Adding temporary access is a security feature, not a security risk, provided you understand how the underlying code system works. Yale uses AES-128 encryption for code transmission between the app and lock. Codes are not transmitted in plaintext over Bluetooth. The ANSI/BHMA Grade 1 certification that Yale's Assure 2 carries includes requirements for electronic access security under standard BHMA A156.30.
The time-limited function reduces the risk that temporary access becomes permanent access through oversight. That's the most common smart lock security failure in practice: codes issued to contractors, housecleaners, or previous tenants that were never revoked because deletion was manual and forgettable. Automatic expiry eliminates that failure mode.
Account Protection
One security behavior worth setting correctly: the Yale Access app supports two-factor authentication for your account. Enable it. If someone gains access to your Yale account credentials, they can manage lock access remotely. 2FA significantly raises the bar for this attack vector.
How Does Yale Compare to Competitor Access Management?
Smart lock access management varies significantly across brands. Schlage's smart locks support time-limited codes on the BE479 and BE489 series with similar functionality. August's smart locks use app-based sharing with customizable access schedules through the August app. Level Lock's access sharing is slightly less granular in scheduling options.
What Yale does better than most: the SMS and email notifications to code recipients that include the validity window, and the access log per code that shows exactly when each code was used. August's log is event-based but doesn't group events by code.
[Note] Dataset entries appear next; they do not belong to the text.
def _read_characteristic(
    path: str, index: int, table: Any, default_reasons: list[str]
) -> CharacteristicConfig:
    r = _Reader(path, f"characteristic[{index}]", table)
    r.check_known(
        {"name", "column", "unit", "lsl", "usl", "target", "subgroup_size", "dispersion",
         "baseline", "center", "sigma", "rules", "run_lengths", "reasons", "reaction_plan",
         "reaction_plans", "clear_after", "decimals"}
    )
    name = r.string("name")
    if not name:
        raise r.fail("name", "is required")
    r.prefix = f"characteristic.{name}"
    lsl, usl = r.number("lsl"), r.number("usl")
    if lsl is not None and usl is not None and lsl >= usl:
        raise r.fail("lsl", f"must be below usl ({lsl} >= {usl})")
    center, sigma = r.number("center"), r.number("sigma")
    if (center is None) != (sigma is None):
        raise r.fail("sigma" if sigma is None else "center", "center and sigma go together")
    if sigma is not None and sigma <= 0:
        raise r.fail("sigma", f"must be more than 0, got {sigma}")
    rules_value = r.table.get("rules", DEFAULT_RULES)
    if not isinstance(rules_value, str | list):
        raise r.fail("rules", "must be a string or a list of rule ids and set names")
    try:
        rules = parse_rule_list(rules_value)
    except RuleListError as exc:
        raise r.fail("rules", str(exc)) from None
    lengths_reader = _Reader(path, r.key("run_lengths"), r.sub_table("run_lengths"))
    lengths_reader.check_known(set(RULES))
    lengths = {k: lengths_reader.integer(k, None, 2, 100) or 0 for k in lengths_reader.table}
    try:
        resolve_rules(sorted(set(rules) | set(lengths)), lengths)
    except RuleListError as exc:
        raise r.fail("run_lengths", str(exc)) from None
    plans_reader = _Reader(path, r.key("reaction_plans"), r.sub_table("reaction_plans"))
    plans_reader.check_known(set(RULES) | {"out-of-spec", "feed-health"})
    plans = {k: plans_reader.string(k) or "" for k in plans_reader.table}
    reasons = r.string_list("reasons", default_reasons)
    if not reasons:
        raise r.fail("reasons", "needs at least one reason")
    return CharacteristicConfig(
        name=name,
        column=r.string("column", name) or name,
        unit=r.string("unit", "") or "",
        lsl=lsl,
        usl=usl,
        target=r.number("target"),
        subgroup_size=r.integer("subgroup_size", 1, 1, 25) or 1,
        dispersion=r.choice("dispersion", None, DISPERSIONS),
        baseline=r.integer("baseline", None, 2, 10_000_000),
        center=center,
        sigma=sigma,
        rules=rules,
        run_lengths=lengths,
        reasons=reasons,
        reaction_plan=r.string("reaction_plan", "") or "",
        reaction_plans=plans,
        clear_after=r.integer("clear_after", DEFAULT_CLEAR_AFTER, 1, 100_000)
        or DEFAULT_CLEAR_AFTER,
        decimals=r.integer("decimals", None, 0, 10),
    )


def parse_config(text: str, source: str = "<config>") -> Config:
    """Build a Config from TOML text; raises ConfigError naming `source` and the key."""
    try:
        data = tomllib.loads(text)
    except tomllib.TOMLDecodeError as exc:
        raise ConfigError(source, "(syntax)", str(exc)) from None
    top = _Reader(source, "", data)
    top.check_known({"monitor", "alarms", "feed", "characteristic"})
    alarms = _read_alarms(source, data.get("alarms", {}))
    feeds_raw = data.get("feed", [])
    chars_raw = data.get("characteristic", [])
    if not isinstance(feeds_raw, list):
        raise ConfigError(source, "feed", "must be an array of tables ([[feed]])")
    if not isinstance(chars_raw, list):
        raise ConfigError(source, "characteristic", "must be an array of tables")
    chars = [_read_characteristic(source, i, t, alarms.reasons) for i, t in enumerate(chars_raw)]
    seen: set[str] = set()
    for c in chars:
        if c.name in seen:
            raise ConfigError(source, f"characteristic.{c.name}", "declared twice")
        seen.add(c.name)
    return Config(
        source=source,
        digest=hashlib.sha256(text.encode("utf-8")).hexdigest(),
        monitor=_read_monitor(source, data.get("monitor", {})),
        alarms=alarms,
        feeds=[_read_feed(source, i, t) for i, t in enumerate(feeds_raw)],
        characteristics=chars,
    )


def load_config(path: str | Path) -> Config:
    """Read and validate a config file; relative feed paths are taken from the file's folder."""
    p = Path(path)
    try:
        text = p.read_text(encoding="utf-8")
    except FileNotFoundError:
        raise ConfigError(str(p), "", "no such config file") from None
    except (OSError, UnicodeDecodeError) as exc:
        raise ConfigError(str(p), "", f"cannot read this config file: {exc}") from None
    config = parse_config(text, str(p))
    base = p.resolve().parent
    for feed in config.feeds:
        feed.paths = [q if Path(q).is_absolute() else str(base / q) for q in feed.paths]
    mon = config.monitor
    if mon.state_dir and not Path(mon.state_dir).is_absolute():
        mon.state_dir = str(base / mon.state_dir)
    if mon.audit_anchor_file and not Path(mon.audit_anchor_file).expanduser().is_absolute():
        mon.audit_anchor_file = str(base / mon.audit_anchor_file)
    if mon.audit_key_file and not Path(mon.audit_key_file).expanduser().is_absolute():
        mon.audit_key_file = str(base / mon.audit_key_file)
    return config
Schlage's log is detailed but requires digging through the app to see per-code history.
For property managers or households with complex access patterns (multiple contractors, guests, cleaners), Yale's approach to access transparency is among the best in the category.
How Does Battery Life and Alerts Work?
Yale's Linus 2 and Linus L2 Lite both run on AA batteries, with rated battery life of 12 months at average usage. The Yale Access app sends low battery notifications at 20% and 10% remaining capacity. At 10%, you have weeks before the lock fails, it's not an emergency alert but a genuine heads-up.
The lock fails safe, it defaults to unlocked from inside and can always be operated manually from the interior thumbturn during a battery failure. You can't lock yourself in by losing battery power. For exterior security, the physical key cylinder backup remains fully functional regardless of electronic state.
What Is Our Final Take on Yale's New Feature?
This is the feature update that actually changes daily behavior rather than checking a spec sheet box. Time-limited access is more useful than Alexa integration for most households, more practical than Matter support for users who don't run custom home automation, and more valuable than any hardware spec upgrade in the past two product cycles.
If you've been reluctant to give smart lock access to housecleaners, pet sitters, or family members because of the hassle of revoking codes, Yale's time-limited access addresses that friction directly. It's the kind of thing you use every month and wonder how you managed without it.
For lock-strength certification context, the Builders Hardware Manufacturers Association (BHMA) publishes the Grade 1, 2, and 3 standards that smart-lock makers reference in their durability claims.